10. System nach Anspruch 9, wobei der erste Zeitdifferenzwert eine Größe aufweist, die
proportional zu einem Absolutwert von sin θ cos ϕ ist, wo θ einen Azimutwinkel der
Schallquelle in Bezug zur Stirn des Hörers darstellt, und ϕ einen Elevationswinkel
der Schallquelle in Bezug zu einer horizontalen Ebene darstellt, die durch die Ohren
des Hörers und die Stirnrichtung definiert ist.
11. System nach Anspruch 9, wobei die erste und die zweite Halbebene jeweils durch einen
Rand entlang einer Richtung zwischen den Ohren des Hörers und durch einen Elevationswinkel
ϕ in Bezug zu einer horizontalen Ebene definiert sind, die durch die Ohren und die
Stirnrichtung für den Hörer definiert sind.
12. System nach Anspruch 9, das ferner eine interaurale Intensitätsdifferenzkomponente
(Interaural Intensity Difference - IID) aufweist, die konfiguriert ist, um jedes von
den gefilterten linken und rechten Signalen für die interaurale Intensitätsdifferenz
anzupassen, um alle Intensitätsdifferenzen zu berücksichtigen, die vorhanden sind
und die nicht durch die Anwendung von dem einen oder den mehreren Positionsfiltern
berücksichtigt werden, wobei die Anpassung der gefilterten linken und rechten Signale
für die IID durch die IID-Komponente Folgendes aufweist:
Bestimmen, ob die Schallquelle auf linken oder rechten Seiten in Bezug zum Hörer positioniert
ist;
Zuordnen des gefilterten linken und rechten Signals, das sich auf einer der Schallquelle
entgegengesetzten Seite befindet, als ein schwächeres Signal;
Zuordnen des anderen von den gefilterten linken oder rechten Signalen als ein stärkeres
Signal;
Anpassen des schwächeren Signals durch einen ersten Kompensationswert; und
Anpassen des stärkeren Signals durch einen zweiten Kompensationswert.

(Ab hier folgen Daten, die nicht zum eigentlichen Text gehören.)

class _Sheet:
    """One mode graph laid out, ready to be drawn; `down` where the ranks follow each other downwards."""

    def __init__(self, graph: Graph, drawn: Chart) -> None:
        self._graph, self._chart = graph, drawn
        self._names = (*drawn.modes, *drawn.groups)
        self._said = {name: said(graph.rows[name]) for name in drawn.modes}
        self._links = [one for one in drawn.arrows if one.source != one.target]
        self._loops = [one for one in drawn.arrows if one.source == one.target]
        flat, tall = self._laid(False), self._laid(True)
        self._down = flat.along > _WIDE and tall.across < flat.along
        self._layout = tall if self._down else flat
        self._sizes = dict(zip(self._names, map(self._stretched, self._names, self._layout.extents), strict=True))

    def _laid(self, down: bool) -> Layout:
        nodes = [self._extent(name, down) for name in self._names]
        place = {name: index for index, name in enumerate(self._names)}
        links = [Link(place[one.source], place[one.target], self._label_extent(one, down)) for one in self._links]
        return layout(nodes, links, [place[name] for name in self._chart.groups])

    def _size(self, name: str) -> Point:
        """Width and height of a box, with the loops that stand above it."""
        if name in self._chart.groups:
            return room(called(name)) + 24, 24.0
        texts = [name, self._said[name].words, *self._badges(name)]
        return max(96.0, folded(texts) + 40), 44.0 + _LINE * len(self._badges(name))

    def _stretched(self, name: str, extent: Extent) -> Point:
        """The size of a box with room for all the ways at its sides."""
        width, height = self._size(name)
        ports = extent.ports
        return (max(width, ports), height) if self._down else (width, max(height, ports))

    def _badges(self, name: str) -> list[str]:
        return ["unreachable"] if name not in self._graph.reached else []

    def _loops_of(self, name: str) -> list[str]:
        return [_one_line(run) for one in self._loops if one.source == name for run in one.runs]

    def _extent(self, name: str, down: bool) -> Extent:
        width, height = self._size(name)
        loops = self._loops_of(name)
        above = _LINE * len(loops) + 14 if loops else 0.0
        wide = max(width, folded(loops) + 24)
        if down:
            return Extent(height + 2 * above, wide / 2, wide / 2)
        return Extent(wide, height / 2 + above, height / 2)

    def _label_extent(self, arrow: Arrow, down: bool) -> Extent:
        rows = _rows(arrow)
        width, height = folded(rows) + (22 if arrow.counts else 0), _LINE * len(rows)
        return Extent(height, 4.0, width + 10) if down else Extent(width, height + 6, 5.0)

    def _at(self, place: Point) -> Point:
        along, across = place[0] + _EDGE + 44, place[1] + _EDGE + 34
        return (across - 20, along + 34) if self._down else (along, across)

    # Drawing

    def draw(self, paper: Paper, notes: Sequence[str]) -> Element:
        """Everything onto the paper, and the legend below it."""
        wide, high = self._layout.along + 2 * _EDGE + 48, self._layout.across + 2 * _EDGE + 34
        if self._down:
            wide, high = self._layout.across + 2 * _EDGE + 20, self._layout.along + 2 * _EDGE + 74
        kinds = list(dict.fromkeys(one.does for one in self._said.values()))
        legend = _Legend(self._chart, kinds, notes, self._chart.left_out, any(map(self._badges, self._chart.modes)))
        wide = max(wide, room(paper.root[0].text or "", 14) + 2 * _EDGE, legend.width + 2 * _EDGE, 420.0)
        paper.box("paper", 0, 0, wide, high + legend.height)
        paper.text(_EDGE, _EDGE + 8, paper.root[0].text or "", "large")
        stripes = paper.hatch("short", 7, 45)
        for arrow, route in zip(self._links, self._layout.routes, strict=True):
            places = [(self._at(one), self._at(other)) for one, other in route.places]
            places[0] = (self._touching(arrow.source, places[0][0]),) * 2
            places[-1] = (self._touching(arrow.target, places[-1][0]),) * 2
            self._way(paper, arrow, places)
        for index, name in enumerate(self._names):
            self._box(paper, name, self._at(self._layout.centres[index]), stripes)
        for arrow, route in zip(self._links, self._layout.routes, strict=True):
            self._label(paper, arrow, self._at(route.label))
        legend.draw(paper, high)
        return paper.sized(wide, high + legend.height)

    def _touching(self, name: str, at: Point) -> Point:
        """Where a way meets the outline of a box: the point of a driving one lies back beside its tip."""
        centre = self._at(self._layout.centres[self._names.index(name)])
        own = self._said.get(name)
        if self._down or own is None or own.does is not Does.DRIVE or at[0] < centre[0]:
            return at
        return at[0] - _CUT * abs(at[1] - centre[1]) / (self._sizes[name][1] / 2), at[1]

    def _way(self, paper: Paper, arrow: Arrow, places: list[tuple[Point, Point]]) -> None:
        group = paper.group(_told(arrow))
        (tip_from, tip), back = (places[-2][1], places[-1][0]), 7.0
        onwards = tip[1] > tip_from[1] if self._down else tip[0] > tip_from[0]
        dx, dy = (0.0, 1.0) if self._down else (1.0, 0.0)
        dx, dy = (dx, dy) if onwards else (-dx, -dy)
        ends = [*places[:-1], ((tip[0] - dx * back, tip[1] - dy * back), tip)]
        start = ends[0][1]
        drawn = [f"M{number(start[0])},{number(start[1])}"]
        for (_, before), (begin, end) in pairwise(ends):
            drawn.append(self._curve(before, begin))
            if begin != end and (begin, end) != ends[-1]:
                drawn.append(f"L{number(end[0])},{number(end[1])}")
        kind = f"way{' trip' if arrow.trip else ''}{' taken' if arrow.counts else '' if arrow.possible else ' never'}"
        paper.put("path", kind, group, d=" ".join(drawn))
        head = "head-bad" if arrow.counts else "head" if arrow.possible else "head-never"
        paper.arrow(head, tip, (dx, dy), group, 12 if arrow.counts else 9)

    def _curve(self, one: Point, other: Point) -> str:
        (x, y), (u, v) = one, other
        if self._down:
            middle = (y + v) / 2
            points = ((x, middle), (u, middle), (u, v))
        else:
            middle = (x + u) / 2
            points = ((middle, y), (middle, v), (u, v))
        return "C" + " ".join(f"{number(a)},{number(b)}" for a, b in points)

    def _label(self, paper: Paper, arrow: Arrow, at: Point) -> None:
        """Downwards the label stands to the right of its line, else above it."""
        rows, (x, y) = _rows(arrow), at
        top = y + 11 if self._down else y - 6 - _LINE * (len(rows) - 1)
        left = x + 8 if self._down else x
        if arrow.counts:
            counts = ",".join(map(str, arrow.counts))
            radius = max(9.0, room(counts, 11) / 2 + 4)
            middle = (x, y + _LINE * len(rows) / 2) if self._down else (left + 9, y)
            group = paper.group(f"step {counts} of the unsafe path")
            paper.put("rect", "count", group, x=middle[0] - radius, y=middle[1] - 9, width=2 * radius, height=18, rx=9)
            paper.text(middle[0], middle[1] + 4, counts, "inverse mid", group)
            left = max(left, middle[0] + radius + 3) if self._down else left + 22
        for index, row in enumerate(rows):
            kind = "over" if _strong(arrow, index) else "over faint small"
            paper.text(left, top + _LINE * index, row, kind)

    def _box(self, paper: Paper, name: str, at: Point, stripes: str) -> None:
        width, height = self._sizes[name]
        x, y = at[0] - width / 2, at[1] - height / 2
        if loops := self._loops_of(name):
            _loops(paper, loops, at[0], y)
        if name in self._chart.groups:
            paper.put("rect", "pill", x=x, y=y, width=width, height=height, rx=12)
            paper.text(at[0], at[1] + 4, called(name), "mid faint")
            return
        own = self._said[name]
        group = paper.group(self._tip(name))
        kind = f"mode {_FORMS[own.does]}{'' if name in self._graph.reached else ' lost'}"
        _shape(paper, group, own, kind + (" hit" if name == self._chart.hit else ""), (x, y, width, height), stripes)
        badges = [(text, "small faint mid") for text in self._badges(name)]
        rows = [(name, "strong mid"), (own.words, "small mid"), *badges]
        rows = [row for row in rows if row[0]]
        for index, (text, style) in enumerate(rows):
            paper.text(at[0], at[1] + 4 + _LINE * (index - (len(rows) - 1) / 2), text, style, group)
        if name == self._graph.drive.start:
            self._start(paper, (x, y, width, height))

    def _tip(self, name: str) -> str:
        mode = self._graph.drive.modes[name]
        return f"{name} (line {mode.place.line}): {does(self._graph.rows[name])}"

    def _start(self, paper: Paper, box: tuple[float, float, float, float]) -> None:
        """The mark of the mode in which the drive starts: a dot with an arrow."""
        x, y, width, height = box
        group = paper.group("the drive starts here")
        if self._down:
            tip, dot, towards = (x + width / 2, y), (x + width / 2, y - 26), (0.0, 1.0)
        else:
            tip, dot, towards = (x, y + height / 2), (x - 26, y + height / 2), (1.0, 0.0)
        paper.line("way", [dot, (tip[0] - towards[0] * 7, tip[1] - towards[1] * 7)], group)
        paper.put("circle", "head", group, cx=dot[0], cy=dot[1], r=5)
        paper.arrow("head", tip, towards, group)
        if self._down:
            paper.text(dot[0] + 9, dot[1] + 4, "start", "faint small", group)
        else:
            paper.text(dot[0] - 14, dot[1] - 10, "start", "faint small", group)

13. System nach Anspruch 12, das ferner eine zweite Überblendungskomponente aufweist,
die konfiguriert ist, um einen Überblendungsübergang der ersten und zweiten Kompensationswerte
als Reaktion auf die Änderung von der ersten räumlichen Position zur zweiten räumlichen
Position durchzuführen, wobei der Überblendungsübergang das Erhöhen oder Verringern
des ersten Kompensationswerts, bis der zweite Kompensationswert erreicht ist, aufweist.
14. System nach Anspruch 9, wobei die Anwendung des einen oder der mehreren Positionsfilter
auf die zweiten linken und rechten Signale durch die Positionsfilterkomponente eine
Wirkung des Unterbringens der Schallquelle an einem ausgewählten Ort um den Hörer
herum simuliert.
15. System nach Anspruch 14, das ferner eine oder mehrere zusätzliche Positionsfilterkomponenten
aufweist, die konfiguriert sind, um Wirkungen von einem oder mehreren zusätzlichen
Audio-Eingangssignalen zu simulieren, die Informationen über eine oder mehrere zusätzliche
Schallquellen aufweisen, um eine Wirkung von mehreren Schallquellen an ausgewählten
Orten um den Hörer herum zu simulieren.